= Provided records =
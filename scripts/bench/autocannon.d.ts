// The part of autocannon 9's programmatic API the API benchmark uses (the package ships no types).
declare module 'autocannon' {
  namespace autocannon {
    interface Histogram { p50: number; p90: number; p99: number; average: number; max: number }
    interface Result { latency: Histogram; requests: Histogram & { total: number }; non2xx: number; errors: number; timeouts: number }
    interface Request { path?: string; method?: string; headers?: Record<string, string> }
    interface Options {
      url: string; connections?: number; duration?: number; timeout?: number; headers?: Record<string, string>;
      /** Cycled through per connection; setupRequest may rewrite each one before it is sent. */
      requests?: (Request & { setupRequest?: (req: Request) => Request })[];
    }
  }
  function autocannon(opts: autocannon.Options, cb: (err: Error | null, result: autocannon.Result) => void): unknown;
  export = autocannon;
}
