// Child process of bench:import for the single ~100 MB file, so that its peak RSS is its own.
//   import-big-worker.ts <file> papa       papaparse alone, streaming chunks from disk
//   import-big-worker.ts <file> pipeline   detect → read → normalise → analyse, streamed from disk
import { createReadStream } from 'node:fs';
import Papa from 'papaparse';
import { createFileAnalyser } from '@/lib/pipeline/analyse-file';
import { registerFromTraps } from '@/lib/pipeline/trap-register';
import { rssSampler } from './common';
import { benchTrap, modelAProfile, tagOf } from './meter-text';

const [file, mode] = process.argv.slice(2);

function papa(): Promise<{ rows: number }> {
  return new Promise((resolve, reject) => {
    let rows = 0;
    Papa.parse<string[]>(createReadStream(file, { encoding: 'utf8', highWaterMark: 1 << 20 }) as unknown as File, {
      chunk: (r) => {
        rows += r.data.length;
      },
      complete: () => resolve({ rows }),
      error: reject,
    });
  });
}

async function pipeline() {
  let samples = 0;
  let tests = 0;
  const analyser = createFileAnalyser({
    fileName: 'big.csv', profile: modelAProfile(), timeZone: 'UTC',
    register: registerFromTraps(Array.from({ length: 1000 }, (_, i) => benchTrap(tagOf(i))), 'bench register'),
    onTest: (_a, t) => {
      samples += t.sampleCount;
      tests++;
    },
  });
  for await (const c of createReadStream(file, { highWaterMark: 1 << 20 })) analyser.push(c as Buffer);
  const result = analyser.end();
  const errors = result.problems.filter((p) => p.severity === 'error').length;
  return { tests, samples, errors };
}

async function main() {
  global.gc?.();
  const rss = rssSampler();
  const t0 = performance.now();
  const out = mode === 'papa' ? await papa() : await pipeline();
  const seconds = (performance.now() - t0) / 1000;
  rss.stop();
  console.log(JSON.stringify({ ...out, seconds, peakRss: rss.peak() }));
}

void main();
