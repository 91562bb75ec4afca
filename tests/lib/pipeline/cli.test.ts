import { spawnSync } from 'node:child_process';
import { copyFileSync, mkdtempSync, rmSync, writeFileSync } from 'node:fs';
import { tmpdir } from 'node:os';
import { join } from 'node:path';
import { afterAll, describe, expect, it } from 'vitest';
import { fixtureRegisterCsv, METER_FIXTURES, METERS } from './fixture-files';

/** The command line as a user runs it: a child process on the fixture files. */

const ROOT = join(__dirname, '../../..');
const dir = mkdtempSync(join(tmpdir(), 'plumeward-analyse-'));
afterAll(() => rmSync(dir, { recursive: true, force: true }));

function analyse(args: string[]) {
  const r = spawnSync(process.execPath, ['--conditions=react-server', '--import', 'tsx', 'scripts/analyse.ts', ...args], { cwd: ROOT, encoding: 'utf8', timeout: 60_000 });
  return { status: r.status, stdout: r.stdout, stderr: r.stderr };
}

type Line = Record<string, any>;
function jsonLines(stdout: string): Line[] {
  return stdout.trim().split('\n').filter(Boolean).map((l) => JSON.parse(l));
}

const { csv, rows } = fixtureRegisterCsv();
const registerPath = join(dir, 'register.csv');
writeFileSync(registerPath, csv);
const profiles = [...new Set(METER_FIXTURES.map((f) => join(METERS, f.expected.profile)))];

describe('npm run analyse -- … --json', () => {
  const files = METER_FIXTURES.map((f) => f.path);
  const r = analyse([...files, ...profiles.flatMap((p) => ['--profile', p]), '--register', registerPath, '--time-zone', 'Europe/London', '--json']);
  const lines = jsonLines(r.stdout);
  const tests = lines.filter((l) => !('problem' in l));
  const problems = lines.filter((l) => 'problem' in l).map((l) => l.problem);

  it('exits 0 and prints one JSON object per line', () => {
    expect(r.stderr).toBe('');
    expect(r.status).toBe(0);
    expect(lines.length).toBeGreaterThan(0);
  });

  it('prints every fixture test with its tag, role, start and sample count', () => {
    const want = METER_FIXTURES.flatMap((f) => f.expected.tests.map((e) => [f.path, e.tag, e.role, e.startedAt, e.sampleCount]));
    expect(tests.map((t) => [t.file, t.tag, t.role, t.startedAt, t.sampleCount])).toEqual(want);
    for (const t of tests) expect(t.startedAt).toMatch(/^\d{4}-\d\d-\d\dT\d\d:\d\d:\d\d\.\d{3}Z$/);
  });

  it('pairs every linked reference with its trap test, and the check feeds the verdict', () => {
    for (const ref of tests.filter((t) => t.role === 'reference')) {
      const traps = tests.filter((t) => t.role === 'trap' && t.tag === ref.linkedTrapTag);
      expect(traps.length).toBeGreaterThan(0);
      expect(traps.some((t) => t.reference.tag === ref.tag && t.reference.startedAt === ref.startedAt)).toBe(true);
      expect(ref.verdict.suggested).toBeNull();
    }
    for (const t of tests.filter((x) => x.reference.available)) {
      expect(t.reference.differenceDb).toBeCloseTo(t.level.meanDb - t.reference.meanDb, 3);
      if (t.verdict.suggested === 'background_noise') expect(t.reference.clearlyLouder).toBe(false);
    }
  });

  it('takes types and pressures from the register: saturation and loss are computed', () => {
    const verdicts = new Set<string>();
    for (const t of tests.filter((x) => x.role === 'trap')) {
      const row = rows.get(t.tag)!;
      expect(t.trap).toMatchObject({ inRegister: true, type: row.type, pressureBarg: row.pressureBarg, sizeDn: row.sizeDn });
      expect(t.temperature.tsatC).toBeGreaterThan(140);
      expect(t.verdict.reasons.length).toBeGreaterThan(0);
      verdicts.add(t.verdict.suggested);
      if (t.verdict.suggested === 'blowing' || t.verdict.suggested === 'leaking') {
        expect(t.loss.kgPerHour).toBeGreaterThan(0);
        expect(t.loss.tonnesPerYear).toBeCloseTo((t.loss.kgPerHour * 8000) / 1000, 0);
      } else expect(t.loss.kgPerHour).toBeNull();
    }
    expect(tests.some((t) => t.loss.kgPerHour !== null)).toBe(true);
    expect(verdicts.size).toBeGreaterThan(1);
  });

  it('prints the planted problems as problem lines with file and line', () => {
    const want = METER_FIXTURES.flatMap((f) => f.expected.problems.map((p) => [f.path, p.code, p.line]));
    expect(problems.filter((p) => p.code !== 'encoding-guessed').map((p) => [p.file, p.code, p.line])).toEqual(want);
    for (const p of problems) {
      expect(Object.keys(p)).toEqual(['code', 'severity', 'file', 'entry', 'line', 'column', 'message']);
      expect(p.message.startsWith(p.file)).toBe(true);
    }
  });

  it('every test line has the same keys', () => {
    const keys = (o: Line): string[] => Object.entries(o).flatMap(([k, v]) => (v && typeof v === 'object' && !Array.isArray(v) ? [k, ...keys(v).map((s) => `${k}.${s}`)] : [k]));
    const first = keys(tests[0]).sort();
    for (const t of tests) expect(keys(t).sort()).toEqual(first);
  });
});

describe('npm run analyse on a zip, without a profile or register', () => {
  const r = analyse([join(METERS, 'zips/day-2025-04-08.zip'), '--time-zone', 'Europe/London', '--json']);
  const lines = jsonLines(r.stdout);
  const tests = lines.filter((l) => !('problem' in l));

  it('reads each data entry with its detected layout and pairs the model A reference from its own entry', () => {
    expect(r.status).toBe(0);
    expect(new Set(tests.map((t) => t.entry))).toEqual(new Set(['2025-04-08/Evaporator Hall/A_FV-EVP-031_20250408T091403.csv', '2025-04-08/Evaporator Hall/A_FV-EVP-031-REF_20250408T091452.csv', '2025-04-08/CIP Kitchen/B_2025-04-08.csv']));
    expect(tests.every((t) => t.profile.source === 'detected')).toBe(true);
    const trap = tests.find((t) => t.tag === 'FV-EVP-031')!;
    expect(trap.reference.tag).toBe('FV-EVP-031-REF');
  });

  it('says the traps are of unknown type with no saturation check', () => {
    for (const t of tests) {
      expect(t.trap.inRegister).toBe(false);
      expect(t.temperature.tsatC).toBeNull();
      expect(t.notes.join(' ')).toMatch(/no register given.*no saturation check/);
    }
  });

  it('lists the entries it left out', () => {
    const skipped = lines.filter((l) => l.problem?.code === 'zip-entry-skipped').map((l) => l.problem.entry);
    expect(skipped).toContain('2025-04-08/CIP Kitchen/valve photo.jpg');
  });
});

describe('npm run analyse as a table', () => {
  it('prints a table per file with the figures, the verdicts and their reasons', () => {
    const f = METER_FIXTURES.find((x) => x.fileName === 'B_2025-04-08.csv')!;
    const r = analyse([f.path, '--register', registerPath, '--time-zone', 'Europe/London']);
    expect(r.status).toBe(0);
    expect(r.stdout).toMatch(/tag\s+role\s+start \(UTC\)\s+duration\s+mean level\s+duty cycle\s+intervals open\/closed\s+surface\s+Tsat\s+verdict\s+loss/);
    for (const e of f.expected.tests) expect(r.stdout).toContain(e.tag);
    expect(r.stdout).toMatch(/FV-CIP-007\s+trap\s+2025-04-08 08:30:00\s+19\.8 s\s+28\.4 dB/);
    expect(r.stdout).toContain('Problems:');
    expect(r.stdout).toContain(`${f.path}, line 305`);
  });

  it('says when no register was given', () => {
    const r = analyse([METER_FIXTURES[0].path, '--time-zone', 'Europe/London']);
    expect(r.stdout).toMatch(/No register given: every trap is of unknown type.*no saturation check/);
  });
});

describe('npm run analyse on what cannot be read', () => {
  it('a missing file exits non-zero and says which and why', () => {
    const missing = join(dir, 'not-there.csv');
    const r = analyse([missing, '--json']);
    expect(r.status).toBe(1);
    expect(r.stderr).toContain(`cannot read ${missing}: no such file`);
    expect(jsonLines(r.stdout)[0].problem).toMatchObject({ code: 'file-missing', severity: 'error', file: missing });
  });

  it('a PNG renamed .csv exits non-zero with a clear message, and the other files are still analysed', () => {
    const png = join(dir, 'trap-photo.csv');
    copyFileSync(join(METERS, 'bad/photo.csv'), png);
    const good = METER_FIXTURES.find((x) => x.fileName.startsWith('A_FV-EVP-032'))!;
    const r = analyse([png, good.path, '--json']);
    expect(r.status).toBe(1);
    expect(r.stderr).toContain(`could not read 1 input: ${png}`);
    const lines = jsonLines(r.stdout);
    expect(lines[0].problem).toMatchObject({ code: 'file-not-text', severity: 'error', file: png });
    expect(lines[0].problem.message).toBe(`${png}: this is a PNG image, not a meter export; expected delimited text (CSV, semicolon, tab or pipe separated)`);
    expect(lines.filter((l) => !('problem' in l)).map((l) => l.tag)).toEqual(['FV-EVP-032']);
  });

  it('a truncated zip exits non-zero', () => {
    const r = analyse([join(METERS, 'zips/truncated.zip'), '--json']);
    expect(r.status).toBe(1);
    expect(jsonLines(r.stdout)[0].problem.code).toBe('zip-truncated');
  });

  it('a wrong command line, profile or register exits 2 with the reason', () => {
    expect(analyse([]).status).toBe(2);
    const badProfile = join(dir, 'bad.profile.json');
    writeFileSync(badProfile, '{"format":"something-else"}');
    const p = analyse([METER_FIXTURES[0].path, '--profile', badProfile]);
    expect(p.status).toBe(2);
    expect(p.stderr).toContain('format: expected "plumeward.instrument-profile"');
    const badRegister = join(dir, 'bad-register.csv');
    writeFileSync(badRegister, 'tag,area\nX,Y\n');
    const g = analyse([METER_FIXTURES[0].path, '--register', badRegister]);
    expect(g.status).toBe(2);
    expect(g.stderr).toMatch(/Required column "trap_type" is missing/);
  });
});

= Exercise directions =
Copy out every line of the listing where the word "sampleCount" occurs.

= Completed exercise =
      samples += t.sampleCount;
    const want = METER_FIXTURES.flatMap((f) => f.expected.tests.map((e) => [f.path, e.tag, e.role, e.startedAt, e.sampleCount]));
    expect(tests.map((t) => [t.file, t.tag, t.role, t.startedAt, t.sampleCount])).toEqual(want);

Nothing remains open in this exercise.